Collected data
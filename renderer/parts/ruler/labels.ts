/**
 * Places the ruler's labels so that no two texts, no text and handle, and no text and another label's stem ever meet.
 *
 * Each estimate is a stem at its value with a dot in one of a few rows; its text stands beside the dot or further along the
 * row with a thin leader. Every arrangement is tried, cheapest first, within a bound; what has no room is left out of the
 * picture and returned as such, so that it can be told elsewhere. Pure and deterministic.
 */

export interface RulerLabel {
  readonly id: string
  /** Place of the stem [px]; null for a text without one, such as the band's name. */
  readonly stem: number | null
  /** Ends of a line through the dot, which the text keeps clear of; absent: none [px]. */
  readonly reach?: readonly [number, number]
  /** Where a text without stem begins [px]; ignored with a stem. */
  readonly anchor: number
  /** Measured width of the text [px]. */
  readonly width: number
  /** Topmost row is 0; a text without stem stays in its row. */
  readonly row: number | null
}

export interface Rectangle {
  readonly left: number
  readonly right: number
  readonly top: number
  readonly bottom: number
}

export interface PlacedLabel {
  readonly id: string
  readonly row: number
  /** Left end of the text [px]. */
  readonly x: number
  /** True where the text stands left of its stem. */
  readonly before: boolean
  /** True where a leader is drawn from dot to text. */
  readonly leader: boolean
}

export interface LabelLayout {
  readonly placed: readonly PlacedLabel[]
  /** Labels without room. */
  readonly left: readonly string[]
}

export interface LabelSpace {
  readonly width: number
  readonly rows: number
  readonly rowHeight: number
  /** Top of row 0 [px]. */
  readonly top: number
  /** Things no text may cover, such as the handle. */
  readonly obstacles: readonly Rectangle[]
  /** Places a text may be moved to along its row, besides its stem: for instance the right edge of the band. */
  readonly stops: readonly number[]
}

/** Between dot and text, and between any two things [px]. */
export const LABEL_GAP = 7
const CLEAR = 3
/** Arrangements looked at before the best so far is taken; a full search of five labels is well below it. */
const SEARCH_LIMIT = 4000

interface Candidate extends PlacedLabel {
  readonly box: Rectangle
  readonly stem: number | null
  /** Ends of its own line in its row. */
  readonly reach: readonly [number, number]
  readonly cost: number
}

/** Box of a text in a row [px]. */
export function labelBox(space: LabelSpace, row: number, x: number, width: number): Rectangle {
  const top = space.top + row * space.rowHeight
  return { left: x, right: x + width, top, bottom: top + space.rowHeight }
}

/** Lay labels out; see the module header. */
export function layOutLabels(labels: readonly RulerLabel[], space: LabelSpace): LabelLayout {
  const stems = labels.flatMap((label) => (label.stem === null ? [] : [label.stem]))
  const order = [...labels].sort(
    (a, b) => (a.stem === null ? 0 : 1) - (b.stem === null ? 0 : 1) || (a.stem ?? a.anchor) - (b.stem ?? b.anchor),
  )
  const options = order.map((label) => candidates(label, space, stems))
  const best = search(options)
  const placed = best.map(({ id, row, x, before, leader }) => ({ id, row, x, before, leader }))
  const found = new Set(placed.map((label) => label.id))
  return { placed, left: labels.filter((label) => !found.has(label.id)).map((label) => label.id) }
}

/** Every place of one label that respects the edges and the obstacles, cheapest first. */
function candidates(label: RulerLabel, space: LabelSpace, stems: readonly number[]): readonly Candidate[] {
  const rows = label.row === null ? Array.from({ length: space.rows }, (_, i) => i) : [label.row]
  const { stem, width } = label
  const list: Candidate[] = []
  for (const row of rows) {
    for (const x of placesAlong(label, space, stems)) {
      const box = labelBox(space, row, x, width)
      if (box.left < 0 || box.right > space.width) continue
      if (space.obstacles.some((obstacle) => meet(box, obstacle))) continue
      const before = stem !== null && x + width < stem
      const [from, to] = reachOf(label, stem ?? 0)
      const distance = stem === null ? Math.abs(x - label.anchor) : before ? from - x - width : x - to
      const leader = stem !== null && distance > LABEL_GAP + 1
      const cost = distance + (before ? 14 : 0) + (leader ? 10 : 0)
      list.push({ id: label.id, row, x, before, leader, box, stem, reach: [from, to], cost })
    }
  }
  return list.sort((a, b) => a.cost - b.cost || a.row - b.row || a.x - b.x)
}

function placesAlong(label: RulerLabel, space: LabelSpace, stems: readonly number[]): readonly number[] {
  const { stem, width } = label
  if (stem === null) return [label.anchor, label.anchor - width - 2 * LABEL_GAP]
  const edges = [...space.stops, ...stems, ...space.obstacles.flatMap((o) => [o.left, o.right])]
  const [from, to] = reachOf(label, stem)
  const after = [to, ...edges.filter((edge) => edge > to)].map((edge) => edge + LABEL_GAP)
  const before = [from, ...edges.filter((edge) => edge < from)].map((edge) => edge - LABEL_GAP - width)
  return [...new Set([...after, ...before])]
}

/** From where to where a label has a line of its own in its row: its stem alone, or its range. */
function reachOf({ reach }: RulerLabel, stem: number): readonly [number, number] {
  return reach === undefined ? [stem, stem] : [Math.min(stem, reach[0]), Math.max(stem, reach[1])]
}

/** Fewest labels left out, then least cost; rows read downwards in the order of their stems where that is free. */
function search(options: readonly (readonly Candidate[])[]): readonly Candidate[] {
  let best: readonly Candidate[] = []
  let bestCost = Infinity
  let looked = 0
  const chosen: Candidate[] = []

  function visit(index: number, cost: number, skipped: number): void {
    if (looked++ > SEARCH_LIMIT) return
    const bound = cost + SKIP * skipped
    if (bound >= bestCost) return
    if (index === options.length) {
      best = [...chosen]
      bestCost = bound
      return
    }
    for (const candidate of options[index] ?? []) {
      if (chosen.some((other) => collide(candidate, other))) continue
      chosen.push(candidate)
      visit(index + 1, cost + candidate.cost + disorder(candidate, chosen), skipped)
      chosen.pop()
    }
    visit(index + 1, cost, skipped + 1)
  }

  visit(0, 0, 0)
  return best
}

/** Leaving a label out costs more than any distance on a ruler. */
const SKIP = 1e6

/** Texts to the right read best when a later stem stands in a lower row. */
function disorder(candidate: Candidate, chosen: readonly Candidate[]): number {
  return chosen.some((other) => other.stem !== null && !other.before && other.row > candidate.row) ? 6 : 0
}

/** Texts meet, a text meets the other's stem, or a leader runs through the other's text. */
function collide(a: Candidate, b: Candidate): boolean {
  return meet(a.box, b.box) || crosses(a, b) || crosses(b, a) || leaderMeets(a, b) || leaderMeets(b, a)
}

function meet(a: Rectangle, b: Rectangle): boolean {
  return a.left < b.right + CLEAR && b.left < a.right + CLEAR && a.top < b.bottom && b.top < a.bottom
}

/** The stem of a runs down from its row through every row below. */
function crosses(a: Candidate, b: Candidate): boolean {
  if (a.stem === null || b.row < a.row) return false
  return a.stem > b.box.left - CLEAR - 1 && a.stem < b.box.right + CLEAR + 1
}

/** A range and a leader occupy their row, from there to the text. */
function leaderMeets(a: Candidate, b: Candidate): boolean {
  if (a.stem === null || a.row !== b.row) return false
  const left = Math.min(a.reach[0], a.box.left)
  const right = Math.max(a.reach[1], a.box.right)
  return b.box.left < right + CLEAR && b.box.right > left - CLEAR
}
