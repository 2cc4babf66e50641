/** Width of a text in the ruler's type. */

/** Share of the type size an average letter takes, on the wide side: used where no canvas can measure. */
const LETTER = 0.62

/** A measure for a font such as `11.5px sans-serif`; without a canvas an estimate that is rather too wide. */
export function textMeasure(font: string, size: number): (text: string) => number {
  const context = globalThis.document?.createElement('canvas').getContext?.('2d') ?? null
  if (context === null) return (text) => text.length * size * LETTER
  context.font = font
  return (text) => Math.ceil(context.measureText(text).width) + 1
}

» **EXERCISE DESCRIPTION**: Give back the data exactly.

» **SOLUTION TO THIS TASK**:
filename renderer/parts/ruler/labels.ts
/**
 * Places the ruler's labels so that no two texts, no text and handle, and no text and another label's stem ever meet.
 *
 * Each estimate is a stem at its value with a dot in one of a few rows; its text stands beside the dot or further along the
 * row with a thin leader. Every arrangement is tried, cheapest first, within a bound; what has no room is left out of the
 * picture and returned as such, so that it can be told elsewhere. Pure and deterministic.
 */

export interface RulerLabel {
  readonly id: string
  /** Place of the stem [px]; null for a text without one, such as the band's name. */
  readonly stem: number | null
  /** Ends of a line through the dot, which the text keeps clear of; absent: none [px]. */
  readonly reach?: readonly [number, number]
  /** Where a text without stem begins [px]; ignored with a stem. */
  readonly anchor: number
  /** Measured width of the text [px]. */
  readonly width: number
  /** Topmost row is 0; a text without stem stays in its row. */
  readonly row: number | null
}

export interface Rectangle {
  readonly left: number
  readonly right: number
  readonly top: number
  readonly bottom: number
}

export interface PlacedLabel {
  readonly id: string
  readonly row: number
  /** Left end of the text [px]. */
  readonly x: number
  /** True where the text stands left of its stem. */
  readonly before: boolean
  /** True where a leader is drawn from dot to text. */
  readonly leader: boolean
}

export interface LabelLayout {
  readonly placed: readonly PlacedLabel[]
  /** Labels without room. */
  readonly left: readonly string[]
}

export interface LabelSpace {
  readonly width: number
  readonly rows: number
  readonly rowHeight: number
  /** Top of row 0 [px]. */
  readonly top: number
  /** Things no text may cover, such as the handle. */
  readonly obstacles: readonly Rectangle[]
  /** Places a text may be moved to along its row, besides its stem: for instance the right edge of the band. */
  readonly stops: readonly number[]
}

/** Between dot and text, and between any two things [px]. */
export const LABEL_GAP = 7
const CLEAR = 3
/** Arrangements looked at before the best so far is taken; a full search of five labels is well below it. */
const SEARCH_LIMIT = 4000

interface Candidate extends PlacedLabel {
  readonly box: Rectangle
  readonly stem: number | null
  /** Ends of its own line in its row. */
  readonly reach: readonly [number, number]
  readonly cost: number
}

/** Box of a text in a row [px]. */
export function labelBox(space: LabelSpace, row: number, x: number, width: number): Rectangle {
  const top = space.top + row * space.rowHeight
  return { left: x, right: x + width, top, bottom: top + space.rowHeight }
}

/** Lay labels out; see the module header. */
export function layOutLabels(labels: readonly RulerLabel[], space: LabelSpace): LabelLayout {
  const stems = labels.flatMap((label) => (label.stem === null ? [] : [label.stem]))
  const order = [...labels].sort(
    (a, b) => (a.stem === null ? 0 : 1) - (b.stem === null ? 0 : 1) || (a.stem ?? a.anchor) - (b.stem ?? b.anchor),
  )
  const options = order.map((label) => candidates(label, space, stems))
  const best = search(options)
  const placed = best.map(({ id, row, x, before, leader }) => ({ id, row, x, before, leader }))
  const found = new Set(placed.map((label) => label.id))
  return { placed, left: labels.filter((label) => !found.has(label.id)).map((label) => label.id) }
}

/** Every place of one label that respects the edges and the obstacles, cheapest first. */
function candidates(label: RulerLabel, space: LabelSpace, stems: readonly number[]): readonly Candidate[] {
  const rows = label.row === null ? Array.from({ length: space.rows }, (_, i) => i) : [label.row]
  const { stem, width } = label
  const list: Candidate[] = []
  for (const row of rows) {
    for (const x of placesAlong(label, space, stems)) {
      const box = labelBox(space, row, x, width)
      if (box.left < 0 || box.right > space.width) continue
      if (space.obstacles.some((obstacle) => meet(box, obstacle))) continue
      const before = stem !== null && x + width < stem
      const [from, to] = reachOf(label, stem ?? 0)
      const distance = stem === null ? Math.abs(x - label.anchor) : before ? from - x - width : x - to
      const leader = stem !== null && distance > LABEL_GAP + 1
      const cost = distance + (before ? 14 : 0) + (leader ? 10 : 0)
      list.push({ id: label.id, row, x, before, leader, box, stem, reach: [from, to], cost })
    }
  }
  return list.sort((a, b) => a.cost - b.cost || a.row - b.row || a.x - b.x)
}

function placesAlong(label: RulerLabel, space: LabelSpace, stems: readonly number[]): readonly number[] {
  const { stem, width } = label
  if (stem === null) return [label.anchor, label.anchor - width - 2 * LABEL_GAP]
  const edges = [...space.stops, ...stems, ...space.obstacles.flatMap((o) => [o.left, o.right])]
  const [from, to] = reachOf(label, stem)
  const after = [to, ...edges.filter((edge) => edge > to)].map((edge) => edge + LABEL_GAP)
  const before = [from, ...edges.filter((edge) => edge < from)].map((edge) => edge - LABEL_GAP - width)
  return [...new Set([...after, ...before])]
}

/** From where to where a label has a line of its own in its row: its stem alone, or its range. */
function reachOf({ reach }: RulerLabel, stem: number): readonly [number, number] {
  return reach === undefined ? [stem, stem] : [Math.min(stem, reach[0]), Math.max(stem, reach[1])]
}

/** Fewest labels left out, then least cost; rows read downwards in the order of their stems where that is free. */
function search(options: readonly (readonly Candidate[])[]): readonly Candidate[] {
  let best: readonly Candidate[] = []
  let bestCost = Infinity
  let looked = 0
  const chosen: Candidate[] = []

  function visit(index: number, cost: number, skipped: number): void {
    if (looked++ > SEARCH_LIMIT) return
    const bound = cost + SKIP * skipped
    if (bound >= bestCost) return
    if (index === options.length) {
      best = [...chosen]
      bestCost = bound
      return
    }
    for (const candidate of options[index] ?? []) {
      if (chosen.some((other) => collide(candidate, other))) continue
      chosen.push(candidate)
      visit(index + 1, cost + candidate.cost + disorder(candidate, chosen), skipped)
      chosen.pop()
    }
    visit(index + 1, cost, skipped + 1)
  }

  visit(0, 0, 0)
  return best
}

/** Leaving a label out costs more than any distance on a ruler. */
const SKIP = 1e6

/** Texts to the right read best when a later stem stands in a lower row. */
function disorder(candidate: Candidate, chosen: readonly Candidate[]): number {
  return chosen.some((other) => other.stem !== null && !other.before && other.row > candidate.row) ? 6 : 0
}

/** Texts meet, a text meets the other's stem, or a leader runs through the other's text. */
function collide(a: Candidate, b: Candidate): boolean {
  return meet(a.box, b.box) || crosses(a, b) || crosses(b, a) || leaderMeets(a, b) || leaderMeets(b, a)
}

function meet(a: Rectangle, b: Rectangle): boolean {
  return a.left < b.right + CLEAR && b.left < a.right + CLEAR && a.top < b.bottom && b.top < a.bottom
}

/** The stem of a runs down from its row through every row below. */
function crosses(a: Candidate, b: Candidate): boolean {
  if (a.stem === null || b.row < a.row) return false
  return a.stem > b.box.left - CLEAR - 1 && a.stem < b.box.right + CLEAR + 1
}

/** A range and a leader occupy their row, from there to the text. */
function leaderMeets(a: Candidate, b: Candidate): boolean {
  if (a.stem === null || a.row !== b.row) return false
  const left = Math.min(a.reach[0], a.box.left)
  const right = Math.max(a.reach[1], a.box.right)
  return b.box.left < right + CLEAR && b.box.right > left - CLEAR
}
repository 2cc4babf66e50641
/** Width of a text in the ruler's type. */

/** Share of the type size an average letter takes, on the wide side: used where no canvas can measure. */
const LETTER = 0.62

/** A measure for a font such as `11.5px sans-serif`; without a canvas an estimate that is rather too wide. */
export function textMeasure(font: string, size: number): (text: string) => number {
  const context = globalThis.document?.createElement('canvas').getContext?.('2d') ?? null
  if (context === null) return (text) => text.length * size * LETTER
  context.font = font
  return (text) => Math.ceil(context.measureText(text).width) + 1
}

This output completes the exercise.